- Instructions for the task:
What is the number of lines in the data holding the word "fixedRate"? Give that number by itself.

═══ Records supplied

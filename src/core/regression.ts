/**
 * Ordinary least squares of y on an intercept and one regressor, with classical standard errors.
 *
 * ## Conventions
 * beta = Sxy / Sxx and alpha = ybar - beta xbar from centred cross-products (never raw sums);
 * residuals are formed in a second pass, so the residual sum of squares does not come from the
 * cancellation-prone Syy - Sxy^2/Sxx. s^2 = SSR / (n - 2); se(beta) = s / sqrt(Sxx);
 * se(alpha) = s sqrt(1/n + xbar^2 / Sxx); t = estimate / se; p two-sided from Student's t with
 * n - 2 degrees of freedom; R^2 = 1 - SSR / Syy (centred). `residualVariance` is SSR / (n - 1), the
 * sample variance of the residuals with the same divisor as the moments, so that it equals the
 * residual variance a structure implies (docs/methods.md §1.5). A residual sum of squares within
 * rounding of 0 (an exact line) is 0, and the intercept within rounding of 0 with it.
 *
 * ## References
 * Greene, W. H., Econometric Analysis, ch. 3-4 (standard results); NIST StRD "Norris" for the check.
 */

import { CHUNK } from "./moments.js";
import { inChunks, seriesKernel } from "./numerics/seriesKernel.js";
import { studentTTwoSidedP } from "./numerics/studentT.js";
import type { LineFit } from "./types.js";

/**
 * Rounding's reach in units of the last place: a residual computed from data on an exact line is off
 * by a few (two subtractions and a product, each rounded); 32 leaves room, and a real fit's residuals
 * are larger by many orders of magnitude (R^2 would have to be 1 to about 28 digits).
 */
export const ROUNDING_ULPS = 32;

/** Means and centred sums of squares and cross-products of (x, y). */
export interface LineSums {
  readonly n: number;
  readonly xbar: number;
  readonly ybar: number;
  readonly sxx: number;
  readonly sxy: number;
  readonly syy: number;
}

/**
 * The fit from centred sums and the residual sum of squares computed from the data (second pass), for
 * callers that already hold the sums (solve fits both books from one pass over the data).
 */
export function lineFitFromSums(sums: LineSums, computedSsr: number): LineFit {
  const { n, xbar, ybar, sxx, sxy, syy } = sums;
  const beta = sxy / sxx;
  const fitted = ybar - beta * xbar;
  // An exact line (y = a + b x to the last digits: one book a multiple of the other) leaves residuals
  // of rounding alone; their sum of squares and the intercept's last digits are no evidence of
  // anything, so they are 0 (standard errors 0, no t-statistic or p-value), never a "significant" 1e-18.
  // Rounding scales with the raw values (their squares' sums), not only with their spread.
  const raw = syy + n * ybar * ybar + beta * beta * (sxx + n * xbar * xbar);
  const exact = computedSsr <= (ROUNDING_ULPS * Number.EPSILON) ** 2 * raw;
  const ssr = exact ? 0 : computedSsr;
  // The intercept's rounding scales with the data's size (their root mean square), not with the means.
  const size = Math.sqrt(syy / n) + Math.abs(ybar) + Math.abs(beta) * (Math.sqrt(sxx / n) + Math.abs(xbar));
  const alpha = exact && Math.abs(fitted) <= ROUNDING_ULPS * Number.EPSILON * size ? 0 : fitted;
  const s2 = ssr / (n - 2);
  const residualStdError = Math.sqrt(s2);
  const betaStdErr = residualStdError / Math.sqrt(sxx);
  const alphaStdErr = residualStdError * Math.sqrt(1 / n + (xbar * xbar) / sxx);
  const tStat = (estimate: number, se: number): number | null => (se > 0 ? estimate / se : null);
  const alphaTStat = tStat(alpha, alphaStdErr);
  const betaTStat = tStat(beta, betaStdErr);
  const pValue = (t: number | null): number | null => (t === null ? null : studentTTwoSidedP(t, n - 2));
  return {
    observations: n,
    alpha,
    beta,
    alphaStdErr,
    betaStdErr,
    alphaTStat,
    betaTStat,
    alphaPValue: pValue(alphaTStat),
    betaPValue: pValue(betaTStat),
    rSquared: syy > 0 ? 1 - ssr / syy : 1,
    residualVariance: ssr / (n - 1),
    residualStdError,
    residualSumOfSquares: ssr,
  };
}

/** Sum of squared residuals e = (y - ybar) - beta (x - xbar), Neumaier-compensated. */
export function residualSumOfSquares(x: ArrayLike<number>, y: ArrayLike<number>, xbar: number, ybar: number, beta: number): number {
  let sum = 0;
  let compensation = 0;
  for (let t = 0; t < x.length; t++) {
    const e = y[t]! - ybar - beta * (x[t]! - xbar);
    const term = e * e;
    const next = sum + term;
    compensation += sum >= term ? sum - next + term : term - next + sum;
    sum = next;
  }
  return sum + compensation;
}

/**
 * The residual sums of squares of solve's two CAPM fits in one pass, from the raw series: y = low - r
 * (then high - r) on x = w (low - r) + (1 - w)(high - r), formed on the fly exactly as
 * `excessCrossProducts` forms them, so each equals `residualSumOfSquares` on the built series bit for
 * bit (with the same `scale`). In chunks of rows, for the reason given in moments.ts (`CHUNK`); in the
 * WebAssembly kernel (numerics/seriesKernel.ts, the same bits) unless `useKernel` is false.
 */
export function excessResidualSums(
  low: ArrayLike<number>,
  high: ArrayLike<number>,
  riskFree: number | ArrayLike<number>,
  weight: number,
  xbar: number,
  lowLine: { readonly ybar: number; readonly beta: number },
  highLine: { readonly ybar: number; readonly beta: number },
  scale = 1,
  useKernel = true,
): [number, number] {
  const rates = typeof riskFree === "number" ? null : riskFree;
  const rate = typeof riskFree === "number" ? riskFree : 0;
  // Sums and compensations of the low and the high residuals.
  const state = new Float64Array(4);
  const fit = Float64Array.of(weight, xbar, lowLine.ybar, lowLine.beta, highLine.ybar, highLine.beta, scale);
  const n = low.length;
  const kernel = useKernel ? seriesKernel() : null;
  if (kernel !== null) {
    kernel.state.fill(0, 0, 4);
    kernel.parameters.set(fit);
    inChunks(kernel, { x: low, y: high, rates }, (_, count) => kernel.residuals(count, rates !== null, +rate));
    state.set(kernel.state.subarray(0, 4));
  } else for (let from = 0; from < n; from += CHUNK) residualChunk(low, high, rates, rate, fit, from, Math.min(n, from + CHUNK), state);
  return [state[0]! + state[1]!, state[2]! + state[3]!];
}

/** Rows [from, to) of excessResidualSums, continuing from and updating `state`. */
function residualChunk(
  low: ArrayLike<number>,
  high: ArrayLike<number>,
  rates: ArrayLike<number> | null,
  rate: number,
  fit: Float64Array,
  from: number,
  to: number,
  state: Float64Array,
): void {
  const weight = fit[0]!,
    xbar = fit[1]!,
    lowBar = fit[2]!,
    lowBeta = fit[3]!,
    highBar = fit[4]!,
    highBeta = fit[5]!,
    scale = fit[6]!;
  const other = 1 - weight;
  let lowSum = state[0]!,
    lowCompensation = state[1]!,
    highSum = state[2]!,
    highCompensation = state[3]!;
  const fixedRate = +rate; // a number to the optimiser: no boxing of rates[t] (seriesLoops.ts)
  for (let t = from; t < to; t++) {
    const r = rates === null ? fixedRate : rates[t]!;
    const l = (low[t]! - r) * scale;
    const h = (high[t]! - r) * scale;
    const m = weight * l + other * h;
    const el = l - lowBar - lowBeta * (m - xbar);
    let term = el * el;
    let next = lowSum + term;
    lowCompensation += lowSum >= term ? lowSum - next + term : term - next + lowSum;
    lowSum = next;
    const eh = h - highBar - highBeta * (m - xbar);
    term = eh * eh;
    next = highSum + term;
    highCompensation += highSum >= term ? highSum - next + term : term - next + highSum;
    highSum = next;
  }
  state[0] = lowSum;
  state[1] = lowCompensation;
  state[2] = highSum;
  state[3] = highCompensation;
}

══════

- Result for this task:
2